■ ASSIGNED TASK: Give the records again in full, exactly as they are.
RECORDS PROVIDED below:
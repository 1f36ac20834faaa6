import type TestAgent from 'supertest/lib/agent';
import { expect } from 'vitest';
import type { AppInstance } from '../../server/app';
import type { Listing } from '../../server/features/listings/listing.entity';
import { SavedPlan } from '../../server/features/plans/saved-plan.entity';
import type { User } from '../../server/features/users/user.entity';
import type { PlanInput } from '../../shared/planner/schema';
import type { InboxRequestView } from '../../shared/types/quotes';
import { buildUser } from '../support/factories';
import { buildListedListing, serviceBody, TOWNS } from '../support/listing-factories';
import { signedInAs } from '../support/sessions';
import { gazetteer } from '../../server/features/towns/gazetteer';

/** One 1200 × 600 mm board on legs (tests/shared/planner/hand-worked-module.test.ts). */
export const ONE_BOARD: PlanInput = { boards: [{ id: 'm', name: 'Module', lengthMm: 1200, widthMm: 600 }] };

export interface QuoteParty {
  user: User;
  agent: TestAgent;
}

export interface QuoteWorld {
  buyer: QuoteParty;
  /** The buyer's town, Thurso: far from the towns other tests use, so the builders reaching it are these. */
  townId: number;
  /** Builders in Wick and Inverness, whose areas reach Thurso; the third works round London only. */
  near: QuoteParty & { listing: Listing };
  second: QuoteParty & { listing: Listing };
  far: QuoteParty & { listing: Listing };
  planId: number;
}

async function builder(app: AppInstance, moderator: User, name: string, townId: number, serviceAreaKm: number) {
  const user = await buildUser(app.ctx.dataSource, { role: 'builder', displayName: name });
  const listing = await buildListedListing(app.ctx, user, moderator, serviceBody({ townId, serviceAreaKm }));
  return { user, listing, agent: await signedInAs(app, user) };
}

/** A buyer in Thurso with a saved plan, two builders who reach Crewe and one who does not. */
export async function quoteWorld(app: AppInstance): Promise<QuoteWorld> {
  const ds = app.ctx.dataSource;
  const moderator = await buildUser(ds, { role: 'moderator' });
  const buyerUser = await buildUser(ds, { displayName: 'Ada Sidebottom' });
  const plan = await ds
    .getRepository(SavedPlan)
    .save({ ownerId: buyerUser.id, name: 'Club exhibition module', input: ONE_BOARD, shareToken: null });
  const town = async (name: string) => (await gazetteer()).search(name, 20, 'GB').find((t) => t.name === name)!.id;
  return {
    townId: await town('Thurso'),
    buyer: { user: buyerUser, agent: await signedInAs(app, buyerUser) },
    near: await builder(app, moderator, 'Caithness Frames', await town('Wick'), 80),
    second: await builder(app, moderator, 'Highland Benchwork', await town('Inverness'), 250),
    far: await builder(app, moderator, 'Thames Baseboards', TOWNS.london, 50),
    planId: plan.id,
  };
}

/** Send the world's plan to the two near builders as the buyer; the request's id. */
export async function askBoth(world: QuoteWorld): Promise<number> {
  const res = await world.buyer.agent
    .post('/api/quotes/requests')
    .send({
      planId: world.planId,
      townId: world.townId,
      listingIds: [world.near.listing.id, world.second.listing.id],
      notes: 'Four boards eventually; this one first.',
    })
    .expect(201);
  return (res.body as { id: number }).id;
}

/** Send the rate card's own pricing as `who`'s quote, unchanged; the quote's id. */
export async function quoteAsDrafted(who: QuoteParty, requestId: number, extra: object = {}): Promise<number> {
  const view = (await who.agent.get(`/api/quotes/inbox/${requestId}`).expect(200)).body.request as InboxRequestView;
  expect(view.draft).not.toBeNull();
  const body = {
    lines: view.draft!.lines.map((l) => ({ key: l.key, label: l.label, amountMinor: l.amountMinor })),
    deliveryMinor: view.draft!.deliveryMinor,
    leadTimeWeeks: 6,
    validDays: 30,
    ...extra,
  };
  const res = await who.agent.post(`/api/quotes/inbox/${requestId}/quote`).send(body).expect(201);
  return (res.body as { id: number }).id;
}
End of RECORDS PROVIDED.
■ WRITTEN SOLUTION:
repository 1f36ac20834faaa6
import type TestAgent from 'supertest/lib/agent';
import { expect } from 'vitest';
import type { AppInstance } from '../../server/app';
import type { Listing } from '../../server/features/listings/listing.entity';
import { SavedPlan } from '../../server/features/plans/saved-plan.entity';
import type { User } from '../../server/features/users/user.entity';
import type { PlanInput } from '../../shared/planner/schema';
import type { InboxRequestView } from '../../shared/types/quotes';
import { buildUser } from '../support/factories';
import { buildListedListing, serviceBody, TOWNS } from '../support/listing-factories';
import { signedInAs } from '../support/sessions';
import { gazetteer } from '../../server/features/towns/gazetteer';

/** One 1200 × 600 mm board on legs (tests/shared/planner/hand-worked-module.test.ts). */
export const ONE_BOARD: PlanInput = { boards: [{ id: 'm', name: 'Module', lengthMm: 1200, widthMm: 600 }] };

export interface QuoteParty {
  user: User;
  agent: TestAgent;
}

export interface QuoteWorld {
  buyer: QuoteParty;
  /** The buyer's town, Thurso: far from the towns other tests use, so the builders reaching it are these. */
  townId: number;
  /** Builders in Wick and Inverness, whose areas reach Thurso; the third works round London only. */
  near: QuoteParty & { listing: Listing };
  second: QuoteParty & { listing: Listing };
  far: QuoteParty & { listing: Listing };
  planId: number;
}

async function builder(app: AppInstance, moderator: User, name: string, townId: number, serviceAreaKm: number) {
  const user = await buildUser(app.ctx.dataSource, { role: 'builder', displayName: name });
  const listing = await buildListedListing(app.ctx, user, moderator, serviceBody({ townId, serviceAreaKm }));
  return { user, listing, agent: await signedInAs(app, user) };
}

/** A buyer in Thurso with a saved plan, two builders who reach Crewe and one who does not. */
export async function quoteWorld(app: AppInstance): Promise<QuoteWorld> {
  const ds = app.ctx.dataSource;
  const moderator = await buildUser(ds, { role: 'moderator' });
  const buyerUser = await buildUser(ds, { displayName: 'Ada Sidebottom' });
  const plan = await ds
    .getRepository(SavedPlan)
    .save({ ownerId: buyerUser.id, name: 'Club exhibition module', input: ONE_BOARD, shareToken: null });
  const town = async (name: string) => (await gazetteer()).search(name, 20, 'GB').find((t) => t.name === name)!.id;
  return {
    townId: await town('Thurso'),
    buyer: { user: buyerUser, agent: await signedInAs(app, buyerUser) },
    near: await builder(app, moderator, 'Caithness Frames', await town('Wick'), 80),
    second: await builder(app, moderator, 'Highland Benchwork', await town('Inverness'), 250),
    far: await builder(app, moderator, 'Thames Baseboards', TOWNS.london, 50),
    planId: plan.id,
  };
}

/** Send the world's plan to the two near builders as the buyer; the request's id. */
export async function askBoth(world: QuoteWorld): Promise<number> {
  const res = await world.buyer.agent
    .post('/api/quotes/requests')
    .send({
      planId: world.planId,
      townId: world.townId,
      listingIds: [world.near.listing.id, world.second.listing.id],
      notes: 'Four boards eventually; this one first.',
    })
    .expect(201);
  return (res.body as { id: number }).id;
}

/** Send the rate card's own pricing as `who`'s quote, unchanged; the quote's id. */
export async function quoteAsDrafted(who: QuoteParty, requestId: number, extra: object = {}): Promise<number> {
  const view = (await who.agent.get(`/api/quotes/inbox/${requestId}`).expect(200)).body.request as InboxRequestView;
  expect(view.draft).not.toBeNull();
  const body = {
    lines: view.draft!.lines.map((l) => ({ key: l.key, label: l.label, amountMinor: l.amountMinor })),
    deliveryMinor: view.draft!.deliveryMinor,
    leadTimeWeeks: 6,
    validDays: 30,
    ...extra,
  };
  const res = await who.agent.post(`/api/quotes/inbox/${requestId}/quote`).send(body).expect(201);
  return (res.body as { id: number }).id;
}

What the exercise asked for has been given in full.